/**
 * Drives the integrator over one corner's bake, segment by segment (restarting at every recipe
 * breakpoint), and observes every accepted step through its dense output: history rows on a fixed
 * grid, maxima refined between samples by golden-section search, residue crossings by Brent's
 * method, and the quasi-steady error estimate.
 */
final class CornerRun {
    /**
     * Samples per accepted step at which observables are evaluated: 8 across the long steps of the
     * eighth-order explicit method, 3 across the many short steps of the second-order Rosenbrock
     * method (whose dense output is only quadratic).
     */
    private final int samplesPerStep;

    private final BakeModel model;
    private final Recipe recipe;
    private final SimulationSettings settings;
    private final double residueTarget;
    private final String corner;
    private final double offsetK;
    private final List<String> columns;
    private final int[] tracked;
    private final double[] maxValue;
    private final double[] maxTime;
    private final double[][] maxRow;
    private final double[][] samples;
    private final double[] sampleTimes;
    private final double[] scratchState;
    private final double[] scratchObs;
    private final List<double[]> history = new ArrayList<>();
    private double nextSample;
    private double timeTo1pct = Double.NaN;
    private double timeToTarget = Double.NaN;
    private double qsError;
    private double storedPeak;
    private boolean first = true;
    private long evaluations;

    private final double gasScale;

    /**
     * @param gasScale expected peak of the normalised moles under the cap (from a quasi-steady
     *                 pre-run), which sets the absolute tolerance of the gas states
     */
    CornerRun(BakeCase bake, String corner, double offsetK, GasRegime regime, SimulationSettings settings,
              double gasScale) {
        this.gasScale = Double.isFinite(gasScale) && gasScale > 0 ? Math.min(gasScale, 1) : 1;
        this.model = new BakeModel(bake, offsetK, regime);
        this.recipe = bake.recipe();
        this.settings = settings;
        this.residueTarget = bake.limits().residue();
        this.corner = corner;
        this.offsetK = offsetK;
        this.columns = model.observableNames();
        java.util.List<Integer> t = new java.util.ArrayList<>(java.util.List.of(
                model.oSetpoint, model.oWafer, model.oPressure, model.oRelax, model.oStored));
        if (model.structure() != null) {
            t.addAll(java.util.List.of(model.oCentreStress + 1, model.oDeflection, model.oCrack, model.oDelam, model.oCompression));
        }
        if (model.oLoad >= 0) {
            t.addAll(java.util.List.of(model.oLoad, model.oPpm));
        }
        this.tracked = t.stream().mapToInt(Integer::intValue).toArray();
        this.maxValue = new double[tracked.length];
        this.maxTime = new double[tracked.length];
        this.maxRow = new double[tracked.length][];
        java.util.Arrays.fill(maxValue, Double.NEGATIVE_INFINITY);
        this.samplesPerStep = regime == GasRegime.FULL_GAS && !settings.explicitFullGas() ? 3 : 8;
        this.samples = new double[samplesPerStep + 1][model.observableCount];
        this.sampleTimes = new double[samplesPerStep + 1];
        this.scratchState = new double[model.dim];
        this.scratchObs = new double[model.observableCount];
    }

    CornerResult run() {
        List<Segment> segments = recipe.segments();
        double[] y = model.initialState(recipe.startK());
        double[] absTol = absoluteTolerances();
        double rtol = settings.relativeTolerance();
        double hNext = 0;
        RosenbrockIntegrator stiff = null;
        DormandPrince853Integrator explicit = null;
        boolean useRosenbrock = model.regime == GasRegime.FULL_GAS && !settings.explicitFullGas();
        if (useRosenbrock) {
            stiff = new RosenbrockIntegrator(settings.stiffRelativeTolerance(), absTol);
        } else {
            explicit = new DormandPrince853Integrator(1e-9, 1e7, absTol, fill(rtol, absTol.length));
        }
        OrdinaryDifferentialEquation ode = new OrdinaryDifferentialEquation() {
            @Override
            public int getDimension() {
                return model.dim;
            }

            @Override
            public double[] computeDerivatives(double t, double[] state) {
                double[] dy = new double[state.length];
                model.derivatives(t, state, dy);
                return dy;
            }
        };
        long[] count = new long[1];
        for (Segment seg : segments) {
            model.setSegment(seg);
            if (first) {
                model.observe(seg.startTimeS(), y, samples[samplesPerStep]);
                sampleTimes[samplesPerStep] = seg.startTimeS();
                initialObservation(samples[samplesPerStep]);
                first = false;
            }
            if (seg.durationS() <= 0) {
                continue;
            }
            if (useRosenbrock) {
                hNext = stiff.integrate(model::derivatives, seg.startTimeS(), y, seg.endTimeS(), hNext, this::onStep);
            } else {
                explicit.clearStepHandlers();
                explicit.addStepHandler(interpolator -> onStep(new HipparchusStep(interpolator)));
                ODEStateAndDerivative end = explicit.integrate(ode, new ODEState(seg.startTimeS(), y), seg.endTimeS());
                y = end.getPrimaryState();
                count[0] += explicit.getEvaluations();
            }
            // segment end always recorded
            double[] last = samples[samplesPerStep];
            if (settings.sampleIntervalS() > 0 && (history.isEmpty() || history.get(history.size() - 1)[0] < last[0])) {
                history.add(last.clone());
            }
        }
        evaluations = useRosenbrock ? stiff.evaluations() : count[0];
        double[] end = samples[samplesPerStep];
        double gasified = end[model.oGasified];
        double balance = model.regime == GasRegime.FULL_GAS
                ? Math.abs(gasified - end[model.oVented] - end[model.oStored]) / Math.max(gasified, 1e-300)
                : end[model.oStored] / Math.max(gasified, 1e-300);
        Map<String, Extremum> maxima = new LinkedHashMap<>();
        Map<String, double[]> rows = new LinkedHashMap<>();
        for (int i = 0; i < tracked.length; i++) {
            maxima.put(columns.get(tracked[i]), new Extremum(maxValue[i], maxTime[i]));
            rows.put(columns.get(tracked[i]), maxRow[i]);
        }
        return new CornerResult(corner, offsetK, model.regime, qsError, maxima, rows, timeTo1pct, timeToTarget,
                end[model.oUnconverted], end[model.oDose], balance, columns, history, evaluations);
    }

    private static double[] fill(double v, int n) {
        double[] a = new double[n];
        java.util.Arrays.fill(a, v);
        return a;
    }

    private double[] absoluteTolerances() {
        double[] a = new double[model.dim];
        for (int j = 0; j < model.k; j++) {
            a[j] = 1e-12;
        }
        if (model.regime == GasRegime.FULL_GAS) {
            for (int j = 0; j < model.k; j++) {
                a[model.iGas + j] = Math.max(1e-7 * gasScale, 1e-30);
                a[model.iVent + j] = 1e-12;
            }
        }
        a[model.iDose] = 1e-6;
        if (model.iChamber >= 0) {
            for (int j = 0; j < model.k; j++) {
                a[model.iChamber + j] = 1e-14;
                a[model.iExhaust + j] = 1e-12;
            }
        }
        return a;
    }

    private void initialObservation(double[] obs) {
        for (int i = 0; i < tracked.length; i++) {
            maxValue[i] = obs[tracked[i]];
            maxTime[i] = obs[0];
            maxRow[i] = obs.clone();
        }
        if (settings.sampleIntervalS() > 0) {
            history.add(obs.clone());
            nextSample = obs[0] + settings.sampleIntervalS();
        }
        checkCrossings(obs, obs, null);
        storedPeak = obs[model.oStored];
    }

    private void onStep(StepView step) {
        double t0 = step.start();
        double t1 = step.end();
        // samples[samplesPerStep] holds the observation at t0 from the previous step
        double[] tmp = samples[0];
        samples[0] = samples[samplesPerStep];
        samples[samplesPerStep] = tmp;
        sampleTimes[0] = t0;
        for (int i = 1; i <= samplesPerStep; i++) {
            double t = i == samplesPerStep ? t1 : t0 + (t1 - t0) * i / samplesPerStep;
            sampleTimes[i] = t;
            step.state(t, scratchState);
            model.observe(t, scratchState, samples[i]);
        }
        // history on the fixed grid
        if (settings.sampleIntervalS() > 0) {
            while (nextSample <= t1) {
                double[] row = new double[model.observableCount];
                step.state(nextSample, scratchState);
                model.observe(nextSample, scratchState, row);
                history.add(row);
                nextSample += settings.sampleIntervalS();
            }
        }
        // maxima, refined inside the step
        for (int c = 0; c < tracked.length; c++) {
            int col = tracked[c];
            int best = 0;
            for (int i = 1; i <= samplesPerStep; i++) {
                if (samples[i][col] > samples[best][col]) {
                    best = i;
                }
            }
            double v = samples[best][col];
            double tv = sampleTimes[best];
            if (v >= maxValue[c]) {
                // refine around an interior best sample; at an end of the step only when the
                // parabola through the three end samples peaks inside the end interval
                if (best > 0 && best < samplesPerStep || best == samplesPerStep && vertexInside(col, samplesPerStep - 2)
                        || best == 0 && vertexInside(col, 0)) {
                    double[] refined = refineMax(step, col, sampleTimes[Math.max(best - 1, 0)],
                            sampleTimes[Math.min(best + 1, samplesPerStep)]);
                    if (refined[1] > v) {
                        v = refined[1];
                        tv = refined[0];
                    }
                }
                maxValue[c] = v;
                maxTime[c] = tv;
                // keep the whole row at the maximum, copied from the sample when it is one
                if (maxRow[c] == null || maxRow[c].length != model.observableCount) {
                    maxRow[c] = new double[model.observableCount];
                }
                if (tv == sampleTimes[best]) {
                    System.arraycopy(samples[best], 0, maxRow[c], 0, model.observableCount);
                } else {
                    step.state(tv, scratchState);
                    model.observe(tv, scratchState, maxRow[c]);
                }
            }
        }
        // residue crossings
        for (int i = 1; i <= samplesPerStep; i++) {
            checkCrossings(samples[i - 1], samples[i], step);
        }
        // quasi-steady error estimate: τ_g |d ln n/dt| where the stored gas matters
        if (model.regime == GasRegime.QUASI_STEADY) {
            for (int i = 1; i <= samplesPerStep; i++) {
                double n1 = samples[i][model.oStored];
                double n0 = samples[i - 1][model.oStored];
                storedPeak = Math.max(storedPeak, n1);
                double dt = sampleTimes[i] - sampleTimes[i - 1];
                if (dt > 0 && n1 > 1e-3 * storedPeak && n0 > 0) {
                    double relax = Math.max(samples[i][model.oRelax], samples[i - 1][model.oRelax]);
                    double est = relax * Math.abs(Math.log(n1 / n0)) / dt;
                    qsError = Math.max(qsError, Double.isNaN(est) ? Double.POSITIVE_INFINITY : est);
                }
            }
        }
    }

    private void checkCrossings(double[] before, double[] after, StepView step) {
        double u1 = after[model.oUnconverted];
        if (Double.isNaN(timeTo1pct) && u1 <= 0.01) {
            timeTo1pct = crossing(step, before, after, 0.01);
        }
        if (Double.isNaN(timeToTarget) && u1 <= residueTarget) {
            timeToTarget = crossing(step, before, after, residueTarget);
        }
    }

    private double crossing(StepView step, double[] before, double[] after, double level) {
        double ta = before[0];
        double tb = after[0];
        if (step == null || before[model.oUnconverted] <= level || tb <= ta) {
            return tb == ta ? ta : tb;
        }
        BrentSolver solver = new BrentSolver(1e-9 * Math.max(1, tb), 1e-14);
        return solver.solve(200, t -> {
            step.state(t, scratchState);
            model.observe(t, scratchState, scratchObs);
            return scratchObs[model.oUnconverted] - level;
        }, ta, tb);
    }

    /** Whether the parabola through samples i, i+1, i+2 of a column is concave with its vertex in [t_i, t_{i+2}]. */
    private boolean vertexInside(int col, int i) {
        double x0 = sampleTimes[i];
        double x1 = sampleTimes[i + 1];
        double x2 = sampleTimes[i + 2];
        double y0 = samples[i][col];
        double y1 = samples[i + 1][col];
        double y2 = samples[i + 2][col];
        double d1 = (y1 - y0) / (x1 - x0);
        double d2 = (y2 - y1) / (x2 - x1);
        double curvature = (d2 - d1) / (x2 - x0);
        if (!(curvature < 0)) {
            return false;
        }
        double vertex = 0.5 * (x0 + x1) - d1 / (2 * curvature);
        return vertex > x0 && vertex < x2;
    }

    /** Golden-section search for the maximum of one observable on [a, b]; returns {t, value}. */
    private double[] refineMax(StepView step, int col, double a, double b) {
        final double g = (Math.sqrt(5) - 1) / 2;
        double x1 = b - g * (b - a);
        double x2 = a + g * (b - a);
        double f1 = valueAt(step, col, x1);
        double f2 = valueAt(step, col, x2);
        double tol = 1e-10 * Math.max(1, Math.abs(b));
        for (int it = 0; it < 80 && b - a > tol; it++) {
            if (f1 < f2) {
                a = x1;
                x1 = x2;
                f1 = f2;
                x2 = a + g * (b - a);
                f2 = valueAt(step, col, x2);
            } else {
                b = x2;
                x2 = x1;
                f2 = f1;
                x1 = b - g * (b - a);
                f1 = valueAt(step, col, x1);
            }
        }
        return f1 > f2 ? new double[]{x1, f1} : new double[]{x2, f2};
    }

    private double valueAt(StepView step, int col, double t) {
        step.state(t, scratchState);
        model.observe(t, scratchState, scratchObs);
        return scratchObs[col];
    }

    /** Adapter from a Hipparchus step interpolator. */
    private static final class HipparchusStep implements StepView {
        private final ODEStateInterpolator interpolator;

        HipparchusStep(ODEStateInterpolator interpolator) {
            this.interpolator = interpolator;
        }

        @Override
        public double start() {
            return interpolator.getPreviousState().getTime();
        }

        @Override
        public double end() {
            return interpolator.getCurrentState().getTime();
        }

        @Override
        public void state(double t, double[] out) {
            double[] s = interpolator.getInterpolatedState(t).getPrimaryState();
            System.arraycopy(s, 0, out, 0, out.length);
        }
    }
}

**TASK DESCRIPTION**:
Across the listing above, how many lines include the word "null"? Answer with only the number.

**PROBLEM SOLUTION**:
6